-
Notifications
You must be signed in to change notification settings - Fork 3
ENH: Add taste shocks #247
Copy link
Copy link
Open
Description
Motivation
pylcm currently has no support for taste shocks (additive utility shocks with extreme value distribution). The infrastructure for this feature was partially sketched in two modules that have been removed as dead code in the cleanup (#243):
src/lcm/max_Q_over_c.py— maximization of Q over continuous actionssrc/lcm/max_Qc_over_d.py— maximization of Qc over discrete actions (includes a stub for extreme value shocks vialogsumexp)tests/test_max_Qc_over_d.py— tests for the discrete maximization module
What needs to happen
- Design how taste shocks integrate with the current Regime-based API
- Implement the
logsumexpaggregation over discrete actions (the_max_Qc_over_d_extreme_value_shocksfunction was a starting point) - Add a
scaleparameter for the shock distribution - Create a test model with taste shocks and verify against an analytical or known-good solution
Archived code
The deleted modules are preserved below for reference.

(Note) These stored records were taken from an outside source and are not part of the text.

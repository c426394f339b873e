/**
 * The engine's one kind of cache: at most `limit` entries, so untrusted input can never grow it
 * without bound, and entries in use stay. Entries live in a young and an old Map of at most half
 * the limit each. New entries go into the young one; when it is full, it becomes the old one and
 * what the old one still held is dropped. Reading an old entry moves it back into the young Map,
 * so an entry read at least once between two turn-overs is never dropped. A hit on a young entry
 * is one Map look-up (a strict LRU, which moves an entry on every hit, was the most expensive step
 * of a cached channel evaluation).
 *
 * Values put in it must be immutable (frozen, or strings and numbers) or never leave the module
 * that owns the cache, because every caller shares them.
 */
export class BoundedCache<K, V> {
  private young = new Map<K, V>()
  private old = new Map<K, V>()
  private readonly half: number

  constructor(readonly limit: number) {
    this.half = Math.max(1, Math.ceil(limit / 2))
  }

  get(key: K): V | undefined {
    const value = this.young.get(key)
    if (value !== undefined || this.old.size === 0) return value
    const aged = this.old.get(key)
    if (aged !== undefined) {
      this.old.delete(key)
      this.put(key, aged)
    }
    return aged
  }

  set(key: K, value: V): V {
    if (this.young.has(key)) this.young.set(key, value)
    else {
      this.old.delete(key)
      this.put(key, value)
    }
    return value
  }

  /** The value under `key`, made by `make` (and kept) when there is none. */
  getOrSet(key: K, make: () => V): V {
    const hit = this.get(key)
    return hit !== undefined ? hit : this.set(key, make())
  }

  get size(): number {
    return this.young.size + this.old.size
  }

  clear(): void {
    this.young.clear()
    this.old.clear()
  }

  /** Put a key that is in neither Map. */
  private put(key: K, value: V): void {
    if (this.young.size >= this.half) {
      this.old = this.young
      this.young = new Map()
    }
    this.young.set(key, value)
    // An odd limit: two halves hold one more than the limit; drop the oldest entry not read since the turn-over.
    if (this.young.size + this.old.size > this.limit) this.old.delete(this.old.keys().next().value as K)
  }
}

They will need significant adaptation to the current codebase.
src/lcm/max_Q_over_c.py
import functools
from collections.abc import Callable
from types import MappingProxyType
import jax.numpy as jnp
from jax import Array
from lcm.argmax import argmax_and_max
from lcm.dispatchers import productmap
from lcm.typing import (
ArgmaxQOverCFunction,
BoolND,
FloatND,
IntND,
MaxQOverCFunction,
Period,
RegimeName,
)
def get_max_Q_over_c(
*,
Q_and_F: Callable[..., tuple[FloatND, BoolND]],
continuous_action_names: tuple[str, ...],
state_and_discrete_action_names: tuple[str, ...],
) -> MaxQOverCFunction:
r"""Get the function returning the maximum of Q over continuous actions.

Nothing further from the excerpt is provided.